Farnborough, Hants.-based Winsopia is at the heart of the contract case as it acquired the mainframe. IBM says defendants went on to break terms of its licensing agreement amid research and development into providing an alternative way to run mainframe workloads.

Defence lawyer Roger Stewart KC began by questioning the relevance of the day’s first witness, Ian Lyon, a Big Blue sales veteran with over 30 years’ experience at the company. 

Stewart suggested that Lyon had only minimal involvement with Winsopia, was largely focused on hardware, was not focused on customer licence compliance monitoring, and had never checked the customer database that held details of Winsopia’s legal structure. 

Lyon agreed that, although he recalled being involved in a Winsopia hardware purchase, his “involvement in this one transaction was very minimal”. Stewart also noted that IBM had used a customer number for Winsopia with the corporate VAT number for LzLabs.

Next up was Paul Knight, a former IBM account manager until 2018. Stewart suggested that, as the customer account manager for Winsopia, Knight had visited Winsopia and must have seen employees wearing LzLabs logos. Knight denied this and also said he could not recall a 2013 email sent in his name offering Winsopia possible financing.
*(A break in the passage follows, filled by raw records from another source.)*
//! Guided path: an index window of a banded (possibly generalized, possibly
//! periodic) problem from one approximate eigenvalue per wanted level.
//!
//! Typical source of the guesses: the order-2 discretisation of the same
//! potential on the same grid, whose eigenvalues differ from the order-2p ones
//! by O(h^2) relative, far less than the level spacing.
//!
//! * **Inverse iteration** (Parlett, *The Symmetric Eigenvalue Problem*, 1998,
//!   sec. 4.2; Wilkinson, *The Algebraic Eigenvalue Problem*, 1965, ch. 9):
//!   for each level j, one LDL^T factorisation of A - g_j B
//!   ([`super::ldlt::factor_guarded`]) and x <- (A - g_j B)^-1 B x from a fixed
//!   pseudo-random start, B-normalised, until the Rayleigh quotient
//!   ||A x - rho B x||_1 (rho = x^T A x / x^T B x) is below N eps ||A||_1, or
//!   rho changes by at most 4 eps ||A||_1 while the residual stops shrinking
//!   (at most [`MAX_STEPS`] steps). If three steps at the guess do not
//!   converge (a guess far from its level compared with the spacing), the
//!   shift moves once to rho (Rayleigh-quotient iteration, Parlett 1998,
//!   sec. 4.6), which then converges in one or two steps.
//!   Levels are independent and run in parallel; each result depends only on
//!   its own guess, so the output does not depend on the number of threads.
//! * **Rayleigh-Ritz** on the k vectors restores B-orthogonality and removes
//!   the components along the other wanted levels
//!   ([`super::subspace::rayleigh_ritz_in_place`]).
//! * **Proof.** With Z B-orthonormal, Theta = Z^T A Z diagonal and residual
//!   block R = A Z - B Z Theta, there are k eigenvalues with *distinct*
//!   indices, one within eta = ||B^-1/2 R||_2 <= ||R||_F / sqrt(lambda_min(B))
//!   of each Ritz value (Kahan's theorem for the symmetric matrix
//!   B^-1/2 A B^-1/2; Parlett 1998, sec. 11.5). If the inertia of
//!   A - a B is `first` and that of A - b B is `first + count`, with
//!   a < theta_0 - eta and theta_{k-1} + eta < b (Sylvester's law), the
//!   interval [a, b) holds exactly the wanted levels, so those k eigenvalues
//!   are the window. Requiring consecutive Ritz values to be more than
//!   2 eta apart makes the j-th Ritz value the approximation of level
//!   `first + j`. Any failed check returns `None` and the caller falls back
//!   to shift-invert Lanczos: a wrong guess costs time, never correctness.

use rayon::prelude::*;

use super::dense::fix_sign;
use super::error::EigenError;
use super::ldlt::factor_guarded;
use super::matrix::{Problem, SymBanded};
use super::subspace::{dot, rayleigh_ritz_in_place};

/// Maximum inverse-iteration steps per level.
pub const MAX_STEPS: usize = 6;

/// Steps at the guess before the shift moves to the Rayleigh quotient.
pub const REFACTOR_AFTER: usize = 3;

/// Result of the guided path.
pub type GuidedOutput = super::params::PathOutput;

/// The start vector of level `j` of the window.
fn start_vector(n: usize, j: usize) -> Vec<f64> {
    super::subspace::start_vector(n, (j as u64 + 1).wrapping_mul(0xD1B5_4A32_D192_ED03))
}

/// Lower Gershgorin bound of a banded matrix (wrap included).
fn gershgorin_low(m: &SymBanded) -> f64 {
    let n = m.n;
    let mut off = vec![0.0; n];
    for (dd, band) in m.bands.iter().enumerate().skip(1) {
        for (i, &v) in band.iter().enumerate() {
            off[i] += v.abs();
            off[(i + dd) % n] += v.abs();
        }
    }
    m.bands[0]
        .iter()
        .zip(&off)
        .map(|(d, o)| d - o)
        .fold(f64::INFINITY, f64::min)
}

/// Vector (B-normalised), steps taken, converged, shift moved.
type Run = (Vec<f64>, usize, bool, bool);

/// One level: inverse iteration at the shift `guess` (moved once to the
/// Rayleigh quotient after [`REFACTOR_AFTER`] steps without convergence).
fn iterate(problem: &Problem, guess: f64, j: usize, anorm: f64) -> Result<Run, EigenError> {
    let n = problem.n();
    let mut f = factor_guarded(problem, guess)?;
    let mut refactored = false;
    let mut x = start_vector(n, j);
    let mut bx = vec![0.0; n];
    let mut ax = vec![0.0; n];
    let mut rho_prev = f64::NAN;
    let mut res_prev = f64::INFINITY;
    let res_tol = n as f64 * f64::EPSILON * anorm;
    for step in 1..=MAX_STEPS {
        problem.mul_b(&x, &mut bx);
        x.copy_from_slice(&bx);
        f.solve(&mut x);
        problem.mul_b(&x, &mut bx);
        let xbx = dot(&x, &bx);
        if !(xbx.is_finite() && xbx > 0.0) {
            return Ok((x, step, false, refactored));
        }
        let s = 1.0 / xbx.sqrt();
        x.iter_mut().for_each(|v| *v *= s);
        bx.iter_mut().for_each(|v| *v *= s);
        problem.a.mul_vec(&x, &mut ax);
        let rho = dot(&x, &ax);
        let res: f64 = ax.iter().zip(&bx).map(|(a, b)| (a - rho * b).abs()).sum();
        let xn = dot(&x, &x).sqrt();
        // converged: residual at the LAPACK scale, or the Rayleigh quotient
        // settled and the residual no longer shrinks (rounding floor)
        let settled = (rho - rho_prev).abs() <= 4.0 * f64::EPSILON * anorm;
        if res <= res_tol * xn || (settled && res > 0.25 * res_prev) {
            return Ok((x, step, true, refactored));
        }
        rho_prev = rho;
        res_prev = res;
        if step == REFACTOR_AFTER {
            // slow contraction (a guess far from its level relative to the
            // spacing): move the shift to the Rayleigh quotient once
            f = factor_guarded(problem, rho)?;
            refactored = true;
        }
    }
    Ok((x, MAX_STEPS, false, refactored))
}

/// The window `first..first + count` from `guesses` (one per level,
/// ascending), or `None` when a vector does not converge or the inertia
/// proof fails (see the module docs).
pub fn solve_guided(
    problem: &Problem,
    first: usize,
    count: usize,
    guesses: &[f64],
) -> Result<Option<GuidedOutput>, EigenError> {
    let n = problem.n();
    if count == 0
        || guesses.len() != count
        || guesses.iter().any(|g| !g.is_finite())
        || guesses.windows(2).any(|w| w[1] < w[0])
    {
        return Ok(None);
    }
    let anorm = problem.a.norm_one().max(f64::MIN_POSITIVE);
    let bnorm = problem.b.map_or(1.0, |b| b.norm_one());
    let bmin = problem.b.map_or(1.0, gershgorin_low);
    if bmin.is_nan() || bmin <= 0.0 {
        return Ok(None);
    }
    let runs: Vec<Run> = guesses
        .par_iter()
        .enumerate()
        .map(|(j, &g)| iterate(problem, g, j, anorm))
        .collect::<Result<_, _>>()?;
    let iterations = runs.iter().map(|r| r.1).sum();
    let refactors = runs.iter().filter(|r| r.3).count();
    if runs.iter().any(|r| !r.2) {
        return Ok(None);
    }
    let x: Vec<Vec<f64>> = runs.into_iter().map(|r| r.0).collect();
    let (vals, mut vecs) = match rayleigh_ritz_in_place(problem, x) {
        Ok(r) => r,
        Err(_) => return Ok(None),
    };
    // residual block: eta = ||R||_F / sqrt(lambda_min(B)) plus the rounding
    // of the residual evaluation itself
    let p = problem.a.half_bandwidth();
    let sq: Vec<(f64, f64)> = vecs
        .par_iter()
        .zip(&vals)
        .map(|(z, &e)| {
            let mut az = vec![0.0; n];
            let mut bz = vec![0.0; n];
            problem.a.mul_vec(z, &mut az);
            problem.mul_b(z, &mut bz);
            let r2: f64 = az.iter().zip(&bz).map(|(a, b)| (a - e * b).powi(2)).sum();
            let r1: f64 = az.iter().zip(&bz).map(|(a, b)| (a - e * b).abs()).sum();
            let round =
                (4 * p + 8) as f64 * f64::EPSILON * (anorm + e.abs() * bnorm) * dot(z, z).sqrt();
            (r2, r1 + round)
        })
        .collect();
    let frob: f64 = sq.iter().map(|s| s.0).sum::<f64>().sqrt();
    let round_max = sq.iter().map(|s| s.1).fold(0.0, f64::max);
    let eta = frob / bmin.sqrt() + (4 * p + 8) as f64 * f64::EPSILON * (anorm + bnorm);
    // keep the LAPACK-style residual ratio well inside 30
    if round_max > 8.0 * n as f64 * f64::EPSILON * anorm {
        return Ok(None);
    }
    if vals.windows(2).any(|w| w[1] - w[0] <= 2.0 * eta) {
        return Ok(None);
    }
    // check points: a twentieth of the smallest Ritz gap outside the ends
    // (the spacing to the unseen neighbours may be smaller than inside the
    // window: levels spread out upwards), or, for a single level, a margin
    // far above eta and the guard's shifts
    let min_gap = vals
        .windows(2)
        .map(|w| w[1] - w[0])
        .fold(f64::INFINITY, f64::min);
    // the first shift of the pivot guard; a larger one is caught by the
    // checks on the shifts actually factored below
    let guard = 64.0 * f64::EPSILON * anorm;
    let delta = if min_gap.is_finite() {
        min_gap / 20.0
    } else {
        (1e3 * eta).max(1e4 * f64::EPSILON * anorm)
    };
    if delta <= eta + guard {
        return Ok(None);
    }
    let (lo, hi) = (vals[0], vals[count - 1]);
    let (fa, fb) = rayon::join(
        || factor_guarded(problem, lo - delta),
        || factor_guarded(problem, hi + delta),
    );
    let (fa, fb) = (fa?, fb?);
    let proven = fa.sigma < lo - eta
        && fb.sigma > hi + eta
        && fa.negatives == first
        && fb.negatives == first + count;
    if !proven {
        return Ok(None);
    }
    vecs.iter_mut().for_each(|v| fix_sign(v));
    Ok(Some(GuidedOutput {
        values: vals,
        vectors: vecs,
        iterations,
        factorizations: count + refactors + 2,
        inertia_below: fb.negatives,
    }))
}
Stewart pursued a line of questioning around IBM familiarity with Winsopia, saying Knight must have accessed the relevant customer records database. However, Knight said that database was “absolutely hopeless” and had access rights controls attached. Pressed as to what Knight could and couldn’t see specifically, the witness responded, “I don’t know. I couldn’t see it.”

Emma Wright, IBM head of legal for UKI and Company Secretary, was called next. When asked who had sanctioned the current litigation action, echoes of the previous week’s evidence given by IBM’s Steven Wallin rang clear. Wright attempted to refuse to answer this question, citing privilege.  As with Wallin, Stewart took an aggressive position, raising his voice to say, “You’re a solicitor giving evidence under oath [and] refusing to answer a question is contempt of court”. 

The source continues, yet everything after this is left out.